SingleRoots Writers Say…
For wise counsel, we asked some of our SingleRoots alumni writers to weigh in on the matter. Here’s what they had to say:
“There was a period in my late 20s when I became obsessed with marriage. I could tell you every guy who was single in the room because the first thing I did when I entered it was scan left ring fingers. Part of my problem was that my mother and aunts were fixated on getting me married. I always thought it was a bit odd considering most of their marriages were sub-par, but I bought into the lie that my life was incomplete until marriage. One day, one of my wisest single friends sat me down and told me this pursuit of marriage at all costs was consuming me and had become an idol in my life. I was embarrassed that she could see it so clearly; I thought I’d hidden it pretty well. Over the next few months, we spent a lot of time in prayer about it and I could see the Lord beginning to chip away at my desires for marriage above Him. There are times when I slip back into pity parties, but He always reminds me that yielding to His will is so much greater than my own. Don’t worry, I still scan left ring fingers on guys, but I’m nowhere near as good as I used to be at it!”
:: Liesl Bennett, author of Never Been Kissed…or in Love
“First off, it is more than okay to want marriage.

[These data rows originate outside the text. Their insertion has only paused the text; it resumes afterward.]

// Dense blocks: the elimination of a front's pivots. A front of n rows, p of them pivots, is kept in two pieces:
//   panel   n x p, row by row with stride p: what becomes L. Of its first p rows the lower triangle is used.
//   update  the lower triangle of the other n - p rows and columns, row by row without gaps: row i from i (i + 1) / 2.
// The diagonal of L is kept as its reciprocals, so nothing divides but p times a front.
//
// Every entry is its old value less a dot product of two rows of L, so both operands run along memory; three rows by three columns
// at a time keep nine sums in registers (five times the speed of one sum at a time). Cost: n^2 + (n - 1)^2 + ... of p terms.

const TILE = 3

/**
 * In place: panel (in `lower` from `at`) and update (in `stack` from `top`) of an assembled front become its columns of L and
 * its Schur complement. Row i of the pivots must leave more than least[leastAt + i] of its diagonal.
 * Returns the first row that does not, -1 when all do.
 */
export function eliminateFront(
  lower: Float64Array,
  at: number,
  n: number,
  p: number,
  stack: Float64Array,
  top: number,
  least: Float64Array,
  leastAt: number
): number {
  const tiled = p - (p % TILE)
  for (let i = 0; i < tiled; i += TILE) {
    for (let j = 0; j < i; j += TILE) solveTile(lower, at + i * p, at + j * p, p, j)
    for (let k = i; k < i + TILE; k++) if (!eliminateRow(lower, at, p, k, i, least[leastAt + k])) return k
  }
  for (let i = tiled; i < p; i++) if (!eliminateRow(lower, at, p, i, 0, least[leastAt + i])) return i

  let i = p
  for (; i + TILE <= n; i += TILE) {
    const a = at + i * p
    for (let j = 0; j < tiled; j += TILE) solveTile(lower, a, at + j * p, p, j)
    for (let j = tiled; j < p; j++) solveColumn(lower, a, at + j * p, p, j)
    const r = i - p
    const c0 = top + (r * (r + 1)) / 2
    const c1 = c0 + r + 1
    const c2 = c1 + r + 2
    for (let q = 0; q < r; q += TILE) subtractTile(lower, a, at + (p + q) * p, p, stack, c0 + q, c1 + q, c2 + q)
    subtractCorner(lower, a, p, stack, c0 + r, c1 + r, c2 + r)
  }
  for (; i < n; i++) {
    const a = at + i * p
    for (let j = 0; j < p; j++) lower[a + j] = (lower[a + j] - dot(lower, a, at + j * p, j)) * lower[at + j * p + j]
    const r = i - p
    const c = top + (r * (r + 1)) / 2
    for (let q = 0; q <= r; q++) stack[c + q] -= dot(lower, a, at + (p + q) * p, p)
  }
  return -1
}

/** Row i of the pivots from column `from` on, and its diagonal; false when too little of that is left. */
function eliminateRow(lower: Float64Array, at: number, p: number, i: number, from: number, least: number): boolean {
  const a = at + i * p
  for (let j = from; j < i; j++) lower[a + j] = (lower[a + j] - dot(lower, a, at + j * p, j)) * lower[at + j * p + j]
  const pivot = lower[a + i] - dot(lower, a, a, i)
  if (!(pivot > least)) return false
  lower[a + i] = 1 / Math.sqrt(pivot)
  return true
}

function dot(x: Float64Array, a: number, b: number, count: number): number {
  let s0 = 0
  let s1 = 0
  let k = 0
  for (; k + 1 < count; k += 2) {
    s0 += x[a + k] * x[b + k]
    s1 += x[a + k + 1] * x[b + k + 1]
  }
  if (k < count) s0 += x[a + k] * x[b + k]
  return s0 + s1
}

/** Rows a, a + p, a + 2p of L in columns j to j + 2, whose own rows begin at b: solves with the columns before j done. */
function solveTile(x: Float64Array, a: number, b: number, p: number, j: number): void {
  const a1 = a + p
  const a2 = a1 + p
  const b1 = b + p
  const b2 = b1 + p
  let s00 = 0
  let s01 = 0
  let s02 = 0
  let s10 = 0
  let s11 = 0
  let s12 = 0
  let s20 = 0
  let s21 = 0
  let s22 = 0
  for (let k = 0; k < j; k++) {
    const u = x[a + k]
    const v = x[a1 + k]
    const w = x[a2 + k]
    let y = x[b + k]
    s00 += u * y
    s10 += v * y
    s20 += w * y
    y = x[b1 + k]
    s01 += u * y
    s11 += v * y
    s21 += w * y
    y = x[b2 + k]
    s02 += u * y
    s12 += v * y
    s22 += w * y
  }
  const d0 = x[b + j]
  const l10 = x[b1 + j]
  const d1 = x[b1 + j + 1]
  const l20 = x[b2 + j]
  const l21 = x[b2 + j + 1]
  const d2 = x[b2 + j + 2]
  s00 = (x[a + j] - s00) * d0
  s10 = (x[a1 + j] - s10) * d0
  s20 = (x[a2 + j] - s20) * d0
  s01 = (x[a + j + 1] - s01 - s00 * l10) * d1
  s11 = (x[a1 + j + 1] - s11 - s10 * l10) * d1
  s21 = (x[a2 + j + 1] - s21 - s20 * l10) * d1
  x[a + j] = s00
  x[a1 + j] = s10
  x[a2 + j] = s20
  x[a + j + 1] = s01
  x[a1 + j + 1] = s11
  x[a2 + j + 1] = s21
  x[a + j + 2] = (x[a + j + 2] - s02 - s00 * l20 - s01 * l21) * d2
  x[a1 + j + 2] = (x[a1 + j + 2] - s12 - s10 * l20 - s11 * l21) * d2
  x[a2 + j + 2] = (x[a2 + j + 2] - s22 - s20 * l20 - s21 * l21) * d2
}

/** The same of one column j. */
function solveColumn(x: Float64Array, a: number, b: number, p: number, j: number): void {
  const a1 = a + p
  const a2 = a1 + p
  let s0 = 0
  let s1 = 0
  let s2 = 0
  for (let k = 0; k < j; k++) {
    const y = x[b + k]
    s0 += x[a + k] * y
    s1 += x[a1 + k] * y
    s2 += x[a2 + k] * y
  }
  const d = x[b + j]
  x[a + j] = (x[a + j] - s0) * d
  x[a1 + j] = (x[a1 + j] - s1) * d
  x[a2 + j] = (x[a2 + j] - s2) * d
}

/** Update entries c0, c1, c2 and the two after each, less the products of rows a, a + p, a + 2p with rows b, b + p, b + 2p of L. */
function subtractTile(x: Float64Array, a: number, b: number, p: number, y: Float64Array, c0: number, c1: number, c2: number): void {
  const a1 = a + p
  const a2 = a1 + p
  const b1 = b + p
  const b2 = b1 + p
  let s00 = 0
  let s01 = 0
  let s02 = 0
  let s10 = 0
  let s11 = 0
  let s12 = 0
  let s20 = 0
  let s21 = 0
  let s22 = 0
  for (let k = 0; k < p; k++) {
    const u = x[a + k]
    const v = x[a1 + k]
    const w = x[a2 + k]
    let z = x[b + k]
    s00 += u * z
    s10 += v * z
    s20 += w * z
    z = x[b1 + k]
    s01 += u * z
    s11 += v * z
    s21 += w * z
    z = x[b2 + k]
    s02 += u * z
    s12 += v * z
    s22 += w * z
  }
  y[c0] -= s00
  y[c0 + 1] -= s01
  y[c0 + 2] -= s02
  y[c1] -= s10
  y[c1 + 1] -= s11
  y[c1 + 2] -= s12
  y[c2] -= s20
  y[c2 + 1] -= s21
  y[c2 + 2] -= s22
}

/** The triangle on the diagonal, the same rows with themselves: entry c0, c1 and the next, c2 and the next two. */
function subtractCorner(x: Float64Array, a: number, p: number, y: Float64Array, c0: number, c1: number, c2: number): void {
  const a1 = a + p
  const a2 = a1 + p
  let s00 = 0
  let s10 = 0
  let s11 = 0
  let s20 = 0
  let s21 = 0
  let s22 = 0
  for (let k = 0; k < p; k++) {
    const u = x[a + k]
    const v = x[a1 + k]
    const w = x[a2 + k]
    s00 += u * u
    s10 += v * u
    s11 += v * v
    s20 += w * u
    s21 += w * v
    s22 += w * w
  }
  y[c0] -= s00
  y[c1] -= s10
  y[c1 + 1] -= s11
  y[c2] -= s20
  y[c2 + 1] -= s21
  y[c2 + 2] -= s22
}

You aren’t weird or wrong. All singles struggle with this question and I think it is difficult to answer, because no one can know what’s inside your head. I will say that if you would do anything to be married, you are on the wrong side of desperate, and that is unhealthy. If you see marriage as the one goal to finally being happy, again, unhealthy. It’s all in balance and perspective, and watch out for obsessing on getting married. We’re all going to have bad days/weeks/months, but gratitude and contentment go a long way in combating unhealthy or obsessive desires for marriage.”
:: Brooke Corcoran, author of What a Difference a Decade Makes: Thoughts on Waiting for Your Spouse
“Sit down and write a painfully honest letter to your future spouse. Write about who you are and who you want them to be, what you want your relationship to be and reflect, and how you expect life and/or yourself to change through marriage. It’s inevitable that marriage will change you, but if you look at the letter and find that you desire marriage for the purpose of changing you, making you a better person, helping you escape, or finding happiness through your perfect match, it might be time to reassess your motivations.”
:: W. Brandon Howard, author of Do Christians Need Better Branding?
Explore the Topic Further…
For further discussion on the desires for marriage, check out these posts:
What If I Don’t Want to Get Married? – “You’ll never hear the SingleRoots team say that everyone is destined for marriage. That’s simply not true. After all, Jesus Himself remained single throughout His entire life, as did (arguably) the Apostle Paul. There are many virtuous reasons to remain single, and God often calls people to a life of celibacy.”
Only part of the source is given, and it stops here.